Genuinely-causal ops certify at **exactly 0.0** (structural autograd zeros) — in
fp32 as well as fp64 — so there is no per-model threshold tuning. Validated on
external attention/conv models it never saw: causal MHA and causal conv → 0.0;
an injected off-by-one mask and a batchnorm coupling → flagged.

## Modes

- `certify(fn, x, cuts="all")` — the **certificate** (exhaustive cuts, complete).
- `certify(fn, x, cuts="rand", K=8)` — a cheap **always-on training monitor**;
  a single-pair leak is caught with probability `1 − (1 − 1/(T−1))^K`.
- `batch_check=True` (default when `B>1`) — adds the cross-batch certificate.
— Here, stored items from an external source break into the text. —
package main

import (
	"fmt"
	"log/slog"
	"math"
	"sync"
	"time"

	"github.com/prometheus/client_golang/prometheus"

	"github.com/pulsefleet/pulsefleet/internal/store"
)

// capacityWarnDays: serve warns at start-up when the data directory's free
// space lasts fewer days than this at the current rate (team choice: a
// month, the length of a typical pilot, leaves time to add disk).
const capacityWarnDays = 30

// warnCapacity logs a warning when the store's free space lasts fewer than
// capacityWarnDays at the current rate; it returns the warning (or "").
func warnCapacity(db *store.DB, now time.Time, captureRaw bool, log *slog.Logger) string {
	c, err := db.Capacity(now.UnixMilli(), captureRaw)
	if err != nil {
		log.Warn("store capacity: cannot estimate", "err", err)
		return ""
	}
	if c.DaysLeft >= capacityWarnDays {
		return ""
	}
	msg := fmt.Sprintf("store: the free space of %s (%.1f GiB on disk, %.1f GiB free inside the store) lasts about %.1f days at the current rate "+
		"(%d devices with data in the last day, %d of them raw with --capture-raw; about %.0f MB a day, README \"Storage cost\"), "+
		"fewer than %d: add disk, or lower --trend-days / --raw-days",
		c.Dir, float64(c.DiskFree)/(1<<30), float64(c.StoreFree)/(1<<30), c.DaysLeft, c.Devices, c.RawCaptured, c.BytesPerDay/1e6, capacityWarnDays)
	log.Warn(msg)
	return msg
}

// storeCollector exports where the store's bytes go (store.DB.Stats) and
// how long its free space lasts (store.DB.Capacity) as gauges. Stats reads
// every page, so it is refreshed at most every statsEvery, during a scrape;
// Capacity reads the cursors only and is fresh at every scrape.
type storeCollector struct {
	db         *store.DB
	captureRaw bool
	now        func() time.Time
	statsEvery time.Duration

	mu      sync.Mutex
	stats   *store.Stats
	statsAt time.Time

	bytes, records, items, fileBytes, freeBytes, diskFree, left *prometheus.Desc
}

func newStoreCollector(db *store.DB, captureRaw bool) *storeCollector {
	return &storeCollector{db: db, captureRaw: captureRaw, now: time.Now, statsEvery: 10 * time.Minute,
		bytes:     prometheus.NewDesc("pulsefleet_store_bytes", "Bytes of the store file's pages holding each kind of record (top-level bucket); refreshed at most every 10 minutes.", []string{"kind"}, nil),
		records:   prometheus.NewDesc("pulsefleet_store_records", "Records of each kind (top-level bucket); refreshed at most every 10 minutes.", []string{"kind"}, nil),
		items:     prometheus.NewDesc("pulsefleet_store_items", "What each kind's records hold: trend points, ledger messages, raw chunks, else records; refreshed at most every 10 minutes.", []string{"kind"}, nil),
		fileBytes: prometheus.NewDesc("pulsefleet_store_file_bytes", "The store file's high-water mark in bytes; refreshed at most every 10 minutes.", nil, nil),
		freeBytes: prometheus.NewDesc("pulsefleet_store_free_page_bytes", "Bytes of free pages inside the store file, reused before it grows; refreshed at most every 10 minutes.", nil, nil),
		diskFree:  prometheus.NewDesc("pulsefleet_store_disk_available_bytes", "Bytes available on the data directory's file system.", nil, nil),
		left:      prometheus.NewDesc("pulsefleet_store_capacity_remaining_seconds", "How long the free space (disk and free pages) lasts at the current rate, estimated from the devices with data in the last day (README \"Storage cost\"); +Inf when nothing arrives.", nil, nil),
	}
}

func (c *storeCollector) Describe(ch chan<- *prometheus.Desc) {
	for _, d := range []*prometheus.Desc{c.bytes, c.records, c.items, c.fileBytes, c.freeBytes, c.diskFree, c.left} {
		ch <- d
	}
}

func (c *storeCollector) Collect(ch chan<- prometheus.Metric) {
	now := c.now()
	c.mu.Lock()
	if c.stats == nil || now.Sub(c.statsAt) >= c.statsEvery {
		if st, err := c.db.Stats(); err == nil {
			c.stats, c.statsAt = st, now
		}
	}
	st := c.stats
	c.mu.Unlock()
	if st != nil {
		for _, k := range st.Kinds {
			ch <- prometheus.MustNewConstMetric(c.bytes, prometheus.GaugeValue, float64(k.Bytes), k.Kind)
			ch <- prometheus.MustNewConstMetric(c.records, prometheus.GaugeValue, float64(k.Records), k.Kind)
			ch <- prometheus.MustNewConstMetric(c.items, prometheus.GaugeValue, float64(k.Items), k.Kind)
		}
		ch <- prometheus.MustNewConstMetric(c.fileBytes, prometheus.GaugeValue, float64(st.FileBytes))
		ch <- prometheus.MustNewConstMetric(c.freeBytes, prometheus.GaugeValue, float64(st.FreeBytes))
	}
	if cp, err := c.db.Capacity(now.UnixMilli(), c.captureRaw); err == nil {
		ch <- prometheus.MustNewConstMetric(c.diskFree, prometheus.GaugeValue, float64(cp.DiskFree))
		left := cp.DaysLeft * 86400
		if math.IsInf(cp.DaysLeft, 1) {
			left = math.Inf(1)
		}
		ch <- prometheus.MustNewConstMetric(c.left, prometheus.GaugeValue, left)
	}
}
## Scope & honest attribution

This is a *numeric* certificate on a given architecture/config (generic inputs and
random cotangents), not a symbolic proof; detection is almost-sure, not worst-case
adversarial; it assumes equal input/output sequence length. The **method is not
novel** — it packages known probes: Karpathy's 2019 backprop-from-`t` temporal
check, the per-cut VJP gradient energy of *Effective Context in Neural Speech
Models* (arXiv:2505.22487), and Krokotsch's 2020 batch-independence unit test. The
contribution is the **packaging**: exhaustive-cut completeness + the cross-batch
extension, as a single drop-in certificate for sequence-model CI.

## Install & test

```bash
pip install -e .            # editable install (src layout)
pytest                      # or: python tests/test_external_models.py
```
The generalization test certifies external causal attention / conv at exactly 0.0,
and fires on an injected off-by-one mask and a batch-statistic coupling.